((
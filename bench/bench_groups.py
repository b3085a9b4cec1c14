"""Cost of a bolt row: doubling the stations should roughly double the solve time.

Prints, from one run on this machine, the median solve time of rows of 5, 10, 20
and 40 bolts through a 5-ply stack and the ratio of each to the previous size.
Not a test: timings vary from machine to machine.
"""

from __future__ import annotations

import os

# Small banded solves lose to thread start-up when OpenBLAS spreads them over
# cores; measure the single-thread cost (set before numpy is imported).
os.environ.setdefault("OPENBLAS_NUM_THREADS", "1")

import statistics  # noqa: E402
import time  # noqa: E402

import plyshear  # noqa: E402
from plyshear.model import modelfile  # noqa: E402

STACK = """\
format = 1
units = "kN-mm"
[bolt]
diameter = 20
grade = "10.9"
threads = "excluded"
[pattern]
count = {n}
pitch = 70
""" + "".join(
    f'[[ply]]\nname = "p{j}"\nmember = "{"a" if j % 2 else "b"}"\nthickness = 12\n'
    'steel = "S355"\nwidth = 200\n' for j in range(5)
) + '[member.a]\nload = 500\n[member.b]\nsupport = true\nenters = "after"\n'


def median_time(n: int, repeat: int = 15) -> float:
    joint = modelfile.loads(STACK.format(n=n))
    plyshear.solve(joint)
    times = []
    for _ in range(repeat):
        t = time.perf_counter()
        plyshear.solve(joint)
        times.append(time.perf_counter() - t)
    return statistics.median(times)


def main() -> None:
    previous = None
    print(f"{'bolts':>6} {'solve [ms]':>11} {'ratio':>7}")
    for n in (5, 10, 20, 40):
        t = median_time(n)
        ratio = "" if previous is None else f"{t / previous:7.2f}"
        print(f"{n:6d} {1e3 * t:11.2f} {ratio}")
        previous = t


if __name__ == "__main__":
    main()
))
Lines in scope run from the one holding "from plyshear.model import" to the last line of the material above; transcribe them exactly and omit the rest.

from plyshear.model import modelfile  # noqa: E402

STACK = """\
format = 1
units = "kN-mm"
[bolt]
diameter = 20
grade = "10.9"
threads = "excluded"
[pattern]
count = {n}
pitch = 70
""" + "".join(
    f'[[ply]]\nname = "p{j}"\nmember = "{"a" if j % 2 else "b"}"\nthickness = 12\n'
    'steel = "S355"\nwidth = 200\n' for j in range(5)
) + '[member.a]\nload = 500\n[member.b]\nsupport = true\nenters = "after"\n'


def median_time(n: int, repeat: int = 15) -> float:
    joint = modelfile.loads(STACK.format(n=n))
    plyshear.solve(joint)
    times = []
    for _ in range(repeat):
        t = time.perf_counter()
        plyshear.solve(joint)
        times.append(time.perf_counter() - t)
    return statistics.median(times)


def main() -> None:
    previous = None
    print(f"{'bolts':>6} {'solve [ms]':>11} {'ratio':>7}")
    for n in (5, 10, 20, 40):
        t = median_time(n)
        ratio = "" if previous is None else f"{t / previous:7.2f}"
        print(f"{n:6d} {1e3 * t:11.2f} {ratio}")
        previous = t


if __name__ == "__main__":
    main()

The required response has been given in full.